═════ Supplied information
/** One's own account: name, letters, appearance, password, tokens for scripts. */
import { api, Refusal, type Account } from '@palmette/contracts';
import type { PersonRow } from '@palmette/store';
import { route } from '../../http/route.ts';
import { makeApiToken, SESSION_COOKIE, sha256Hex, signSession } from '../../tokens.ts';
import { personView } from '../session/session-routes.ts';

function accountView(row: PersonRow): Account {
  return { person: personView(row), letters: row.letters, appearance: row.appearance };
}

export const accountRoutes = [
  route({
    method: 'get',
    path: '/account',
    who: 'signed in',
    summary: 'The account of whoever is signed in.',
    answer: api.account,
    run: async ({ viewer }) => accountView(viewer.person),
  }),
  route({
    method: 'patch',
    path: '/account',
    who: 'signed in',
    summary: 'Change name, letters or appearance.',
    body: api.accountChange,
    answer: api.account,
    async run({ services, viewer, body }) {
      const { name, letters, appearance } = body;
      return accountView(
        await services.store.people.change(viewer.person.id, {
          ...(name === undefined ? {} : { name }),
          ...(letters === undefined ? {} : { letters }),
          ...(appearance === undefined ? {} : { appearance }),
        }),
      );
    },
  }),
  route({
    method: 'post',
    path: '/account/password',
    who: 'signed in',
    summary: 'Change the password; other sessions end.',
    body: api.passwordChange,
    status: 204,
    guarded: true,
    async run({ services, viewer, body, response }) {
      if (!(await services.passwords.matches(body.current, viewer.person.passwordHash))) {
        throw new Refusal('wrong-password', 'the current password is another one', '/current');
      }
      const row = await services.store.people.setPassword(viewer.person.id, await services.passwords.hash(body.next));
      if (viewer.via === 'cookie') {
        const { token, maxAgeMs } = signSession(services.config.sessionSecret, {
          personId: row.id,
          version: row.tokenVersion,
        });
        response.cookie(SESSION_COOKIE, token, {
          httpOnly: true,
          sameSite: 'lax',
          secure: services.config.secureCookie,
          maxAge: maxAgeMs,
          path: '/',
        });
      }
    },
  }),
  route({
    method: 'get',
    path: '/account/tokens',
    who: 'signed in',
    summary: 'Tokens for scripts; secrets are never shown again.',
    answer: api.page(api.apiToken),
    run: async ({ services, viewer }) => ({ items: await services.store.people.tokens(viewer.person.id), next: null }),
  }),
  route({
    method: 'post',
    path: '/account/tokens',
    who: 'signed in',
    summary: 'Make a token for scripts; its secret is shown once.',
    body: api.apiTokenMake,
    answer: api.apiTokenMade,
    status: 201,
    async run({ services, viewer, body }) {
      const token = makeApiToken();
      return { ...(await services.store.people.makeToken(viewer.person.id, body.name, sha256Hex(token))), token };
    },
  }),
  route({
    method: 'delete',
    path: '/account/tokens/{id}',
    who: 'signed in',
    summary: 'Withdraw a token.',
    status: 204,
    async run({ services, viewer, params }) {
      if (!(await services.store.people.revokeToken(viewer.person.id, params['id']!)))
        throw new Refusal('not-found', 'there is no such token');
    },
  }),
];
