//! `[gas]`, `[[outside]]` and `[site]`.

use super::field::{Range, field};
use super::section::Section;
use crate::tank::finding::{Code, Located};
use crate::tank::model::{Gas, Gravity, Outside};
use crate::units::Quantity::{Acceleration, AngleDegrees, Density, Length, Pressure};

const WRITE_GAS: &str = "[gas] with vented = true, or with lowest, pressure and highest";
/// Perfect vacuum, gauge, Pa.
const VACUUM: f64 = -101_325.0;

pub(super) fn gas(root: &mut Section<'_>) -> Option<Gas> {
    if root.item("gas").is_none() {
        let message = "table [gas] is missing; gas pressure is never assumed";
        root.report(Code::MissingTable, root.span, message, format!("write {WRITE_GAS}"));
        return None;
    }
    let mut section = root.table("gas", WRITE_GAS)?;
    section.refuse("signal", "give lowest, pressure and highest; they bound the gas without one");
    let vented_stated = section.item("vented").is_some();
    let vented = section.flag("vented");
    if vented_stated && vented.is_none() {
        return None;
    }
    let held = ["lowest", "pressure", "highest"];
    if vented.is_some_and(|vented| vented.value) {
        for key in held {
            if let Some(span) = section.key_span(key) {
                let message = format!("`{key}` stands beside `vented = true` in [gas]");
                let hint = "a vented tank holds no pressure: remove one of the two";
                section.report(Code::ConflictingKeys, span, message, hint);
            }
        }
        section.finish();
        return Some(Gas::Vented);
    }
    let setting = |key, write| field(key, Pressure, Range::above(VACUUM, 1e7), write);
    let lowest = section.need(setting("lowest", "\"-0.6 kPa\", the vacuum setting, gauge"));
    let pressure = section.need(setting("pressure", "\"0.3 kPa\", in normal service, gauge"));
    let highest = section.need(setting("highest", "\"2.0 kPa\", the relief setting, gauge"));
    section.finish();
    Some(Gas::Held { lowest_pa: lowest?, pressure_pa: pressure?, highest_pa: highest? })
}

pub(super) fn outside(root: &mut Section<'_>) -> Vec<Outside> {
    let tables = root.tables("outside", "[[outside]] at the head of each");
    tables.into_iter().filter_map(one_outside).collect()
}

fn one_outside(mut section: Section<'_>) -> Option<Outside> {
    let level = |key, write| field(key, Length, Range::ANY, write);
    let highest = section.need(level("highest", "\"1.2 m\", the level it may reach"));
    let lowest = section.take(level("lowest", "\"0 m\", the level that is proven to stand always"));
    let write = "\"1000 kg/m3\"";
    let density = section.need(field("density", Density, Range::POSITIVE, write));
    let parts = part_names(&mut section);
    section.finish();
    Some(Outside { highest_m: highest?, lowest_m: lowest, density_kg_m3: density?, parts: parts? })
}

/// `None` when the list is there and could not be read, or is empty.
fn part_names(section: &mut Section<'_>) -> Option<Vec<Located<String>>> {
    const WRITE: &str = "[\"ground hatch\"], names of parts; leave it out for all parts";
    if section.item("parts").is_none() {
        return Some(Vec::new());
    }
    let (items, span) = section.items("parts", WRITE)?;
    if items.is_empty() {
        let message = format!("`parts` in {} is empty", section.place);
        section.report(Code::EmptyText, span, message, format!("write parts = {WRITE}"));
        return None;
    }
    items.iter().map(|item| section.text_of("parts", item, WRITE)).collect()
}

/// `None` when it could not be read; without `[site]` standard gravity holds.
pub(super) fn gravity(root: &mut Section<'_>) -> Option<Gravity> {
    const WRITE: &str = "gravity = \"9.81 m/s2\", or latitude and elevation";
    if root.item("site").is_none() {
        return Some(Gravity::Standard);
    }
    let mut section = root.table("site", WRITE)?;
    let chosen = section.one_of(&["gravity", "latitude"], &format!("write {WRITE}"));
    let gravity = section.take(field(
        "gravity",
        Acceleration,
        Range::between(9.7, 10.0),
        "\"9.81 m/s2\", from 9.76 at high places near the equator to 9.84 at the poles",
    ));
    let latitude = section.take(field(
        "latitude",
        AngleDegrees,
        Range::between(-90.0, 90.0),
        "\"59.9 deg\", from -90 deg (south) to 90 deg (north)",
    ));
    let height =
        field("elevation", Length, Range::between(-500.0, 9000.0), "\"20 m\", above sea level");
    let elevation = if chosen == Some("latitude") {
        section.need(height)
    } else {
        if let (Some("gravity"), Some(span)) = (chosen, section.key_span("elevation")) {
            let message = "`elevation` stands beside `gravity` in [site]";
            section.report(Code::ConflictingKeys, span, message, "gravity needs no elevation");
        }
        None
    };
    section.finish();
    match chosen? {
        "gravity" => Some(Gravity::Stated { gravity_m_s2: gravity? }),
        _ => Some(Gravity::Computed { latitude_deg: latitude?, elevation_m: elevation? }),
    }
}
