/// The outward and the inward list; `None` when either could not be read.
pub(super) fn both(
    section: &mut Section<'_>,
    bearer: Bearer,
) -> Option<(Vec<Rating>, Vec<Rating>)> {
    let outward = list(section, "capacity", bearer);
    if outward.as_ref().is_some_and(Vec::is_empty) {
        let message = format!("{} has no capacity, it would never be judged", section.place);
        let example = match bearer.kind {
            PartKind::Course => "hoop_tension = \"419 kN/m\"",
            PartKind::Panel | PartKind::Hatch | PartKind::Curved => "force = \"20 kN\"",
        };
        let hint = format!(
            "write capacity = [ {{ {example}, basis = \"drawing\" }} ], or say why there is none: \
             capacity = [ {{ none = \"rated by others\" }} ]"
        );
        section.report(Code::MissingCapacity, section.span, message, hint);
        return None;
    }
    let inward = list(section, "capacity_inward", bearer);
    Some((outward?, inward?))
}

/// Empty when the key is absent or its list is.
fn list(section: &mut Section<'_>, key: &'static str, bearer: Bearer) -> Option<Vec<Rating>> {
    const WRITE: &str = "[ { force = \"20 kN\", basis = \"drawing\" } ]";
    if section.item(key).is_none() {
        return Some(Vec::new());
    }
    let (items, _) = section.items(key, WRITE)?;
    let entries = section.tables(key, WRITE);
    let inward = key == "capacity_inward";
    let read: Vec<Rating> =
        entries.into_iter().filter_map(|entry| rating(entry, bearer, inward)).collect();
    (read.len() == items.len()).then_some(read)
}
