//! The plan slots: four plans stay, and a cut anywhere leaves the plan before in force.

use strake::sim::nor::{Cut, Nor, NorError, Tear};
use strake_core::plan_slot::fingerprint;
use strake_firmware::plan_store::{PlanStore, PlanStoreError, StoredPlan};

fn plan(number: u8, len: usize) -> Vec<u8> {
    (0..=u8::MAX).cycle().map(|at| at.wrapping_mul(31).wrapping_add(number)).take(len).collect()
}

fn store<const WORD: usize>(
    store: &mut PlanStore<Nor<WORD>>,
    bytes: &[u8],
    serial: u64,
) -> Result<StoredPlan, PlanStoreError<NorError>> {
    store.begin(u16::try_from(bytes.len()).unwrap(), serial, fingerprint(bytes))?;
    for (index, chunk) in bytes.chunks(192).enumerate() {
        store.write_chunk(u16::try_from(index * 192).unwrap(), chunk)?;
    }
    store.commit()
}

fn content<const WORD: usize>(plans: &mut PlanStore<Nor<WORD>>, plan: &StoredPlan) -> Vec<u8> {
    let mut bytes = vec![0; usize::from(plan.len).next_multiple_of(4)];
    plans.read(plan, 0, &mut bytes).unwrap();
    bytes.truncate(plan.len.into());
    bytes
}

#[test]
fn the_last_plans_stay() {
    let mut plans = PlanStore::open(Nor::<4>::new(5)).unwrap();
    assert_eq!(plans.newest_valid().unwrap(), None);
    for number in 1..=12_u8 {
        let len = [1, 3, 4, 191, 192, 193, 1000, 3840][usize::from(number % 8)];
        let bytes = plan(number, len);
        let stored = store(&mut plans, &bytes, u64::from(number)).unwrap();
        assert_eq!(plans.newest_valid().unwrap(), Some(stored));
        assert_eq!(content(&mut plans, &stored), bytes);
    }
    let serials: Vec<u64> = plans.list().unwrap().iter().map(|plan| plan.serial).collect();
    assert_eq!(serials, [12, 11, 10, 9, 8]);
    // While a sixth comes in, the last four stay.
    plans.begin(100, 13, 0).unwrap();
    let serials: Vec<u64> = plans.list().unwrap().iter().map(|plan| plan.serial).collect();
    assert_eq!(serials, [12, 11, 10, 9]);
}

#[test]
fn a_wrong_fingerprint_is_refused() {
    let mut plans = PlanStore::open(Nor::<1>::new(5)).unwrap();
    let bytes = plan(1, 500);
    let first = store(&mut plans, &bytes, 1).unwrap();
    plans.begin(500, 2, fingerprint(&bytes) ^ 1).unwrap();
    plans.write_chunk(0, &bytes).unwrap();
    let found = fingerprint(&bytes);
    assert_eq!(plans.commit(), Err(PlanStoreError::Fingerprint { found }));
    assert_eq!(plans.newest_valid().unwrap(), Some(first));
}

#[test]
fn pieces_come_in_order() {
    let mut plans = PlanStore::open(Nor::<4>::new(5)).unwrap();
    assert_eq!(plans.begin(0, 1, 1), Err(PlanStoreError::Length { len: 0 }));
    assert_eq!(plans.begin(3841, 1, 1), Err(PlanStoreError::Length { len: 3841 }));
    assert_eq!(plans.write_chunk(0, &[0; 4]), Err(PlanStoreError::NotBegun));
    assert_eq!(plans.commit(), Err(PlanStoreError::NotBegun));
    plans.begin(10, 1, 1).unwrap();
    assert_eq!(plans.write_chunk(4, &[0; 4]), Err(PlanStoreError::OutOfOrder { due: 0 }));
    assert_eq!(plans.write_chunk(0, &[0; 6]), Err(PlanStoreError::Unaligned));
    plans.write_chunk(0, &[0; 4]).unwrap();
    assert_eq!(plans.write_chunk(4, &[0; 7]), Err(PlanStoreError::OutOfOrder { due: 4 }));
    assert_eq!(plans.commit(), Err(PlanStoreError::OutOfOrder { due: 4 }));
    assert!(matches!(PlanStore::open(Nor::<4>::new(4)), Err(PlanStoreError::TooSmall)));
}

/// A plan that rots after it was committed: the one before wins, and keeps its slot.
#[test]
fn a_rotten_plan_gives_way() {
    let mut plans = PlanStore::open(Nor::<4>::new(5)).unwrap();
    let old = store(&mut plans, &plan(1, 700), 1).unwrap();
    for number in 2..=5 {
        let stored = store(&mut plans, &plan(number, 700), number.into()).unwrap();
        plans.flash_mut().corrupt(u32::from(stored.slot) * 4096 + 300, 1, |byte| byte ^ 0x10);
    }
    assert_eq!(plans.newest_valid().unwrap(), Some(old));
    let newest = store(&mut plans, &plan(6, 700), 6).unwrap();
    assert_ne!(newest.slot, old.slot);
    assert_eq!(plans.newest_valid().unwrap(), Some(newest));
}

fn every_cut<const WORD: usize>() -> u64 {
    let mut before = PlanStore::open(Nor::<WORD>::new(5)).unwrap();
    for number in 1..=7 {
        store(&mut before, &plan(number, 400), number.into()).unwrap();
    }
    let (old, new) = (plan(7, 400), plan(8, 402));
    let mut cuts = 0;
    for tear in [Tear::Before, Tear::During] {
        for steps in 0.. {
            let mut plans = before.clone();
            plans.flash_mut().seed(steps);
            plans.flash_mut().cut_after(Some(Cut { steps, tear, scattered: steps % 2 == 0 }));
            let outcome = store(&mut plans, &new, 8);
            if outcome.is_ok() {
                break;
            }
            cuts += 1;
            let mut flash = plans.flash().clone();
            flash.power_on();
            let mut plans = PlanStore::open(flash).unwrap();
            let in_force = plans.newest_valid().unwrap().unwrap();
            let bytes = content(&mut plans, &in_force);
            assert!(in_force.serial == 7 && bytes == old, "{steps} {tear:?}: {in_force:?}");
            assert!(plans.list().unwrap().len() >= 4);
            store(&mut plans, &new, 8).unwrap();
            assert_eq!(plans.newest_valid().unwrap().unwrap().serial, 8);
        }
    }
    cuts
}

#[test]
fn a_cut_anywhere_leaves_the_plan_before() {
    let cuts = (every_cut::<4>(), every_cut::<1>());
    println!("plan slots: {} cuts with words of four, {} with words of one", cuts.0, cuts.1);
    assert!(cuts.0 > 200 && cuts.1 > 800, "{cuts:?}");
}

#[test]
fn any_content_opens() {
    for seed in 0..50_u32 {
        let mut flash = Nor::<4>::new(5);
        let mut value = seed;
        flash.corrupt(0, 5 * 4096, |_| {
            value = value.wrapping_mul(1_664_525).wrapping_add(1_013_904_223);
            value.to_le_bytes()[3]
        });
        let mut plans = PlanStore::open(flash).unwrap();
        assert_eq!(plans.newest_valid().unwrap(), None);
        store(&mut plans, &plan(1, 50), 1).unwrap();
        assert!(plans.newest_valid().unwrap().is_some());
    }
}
══════════
Work instruction: Transcribe only, please, the lines from the first line of the records through the line with "if (viewer.via === 'cookie')". Both of those lines are included.

Answer space:
/** One's own account: name, letters, appearance, password, tokens for scripts. */
import { api, Refusal, type Account } from '@palmette/contracts';
import type { PersonRow } from '@palmette/store';
import { route } from '../../http/route.ts';
import { makeApiToken, SESSION_COOKIE, sha256Hex, signSession } from '../../tokens.ts';
import { personView } from '../session/session-routes.ts';

function accountView(row: PersonRow): Account {
  return { person: personView(row), letters: row.letters, appearance: row.appearance };
}

export const accountRoutes = [
  route({
    method: 'get',
    path: '/account',
    who: 'signed in',
    summary: 'The account of whoever is signed in.',
    answer: api.account,
    run: async ({ viewer }) => accountView(viewer.person),
  }),
  route({
    method: 'patch',
    path: '/account',
    who: 'signed in',
    summary: 'Change name, letters or appearance.',
    body: api.accountChange,
    answer: api.account,
    async run({ services, viewer, body }) {
      const { name, letters, appearance } = body;
      return accountView(
        await services.store.people.change(viewer.person.id, {
          ...(name === undefined ? {} : { name }),
          ...(letters === undefined ? {} : { letters }),
          ...(appearance === undefined ? {} : { appearance }),
        }),
      );
    },
  }),
  route({
    method: 'post',
    path: '/account/password',
    who: 'signed in',
    summary: 'Change the password; other sessions end.',
    body: api.passwordChange,
    status: 204,
    guarded: true,
    async run({ services, viewer, body, response }) {
      if (!(await services.passwords.matches(body.current, viewer.person.passwordHash))) {
        throw new Refusal('wrong-password', 'the current password is another one', '/current');
      }
      const row = await services.store.people.setPassword(viewer.person.id, await services.passwords.hash(body.next));
      if (viewer.via === 'cookie') {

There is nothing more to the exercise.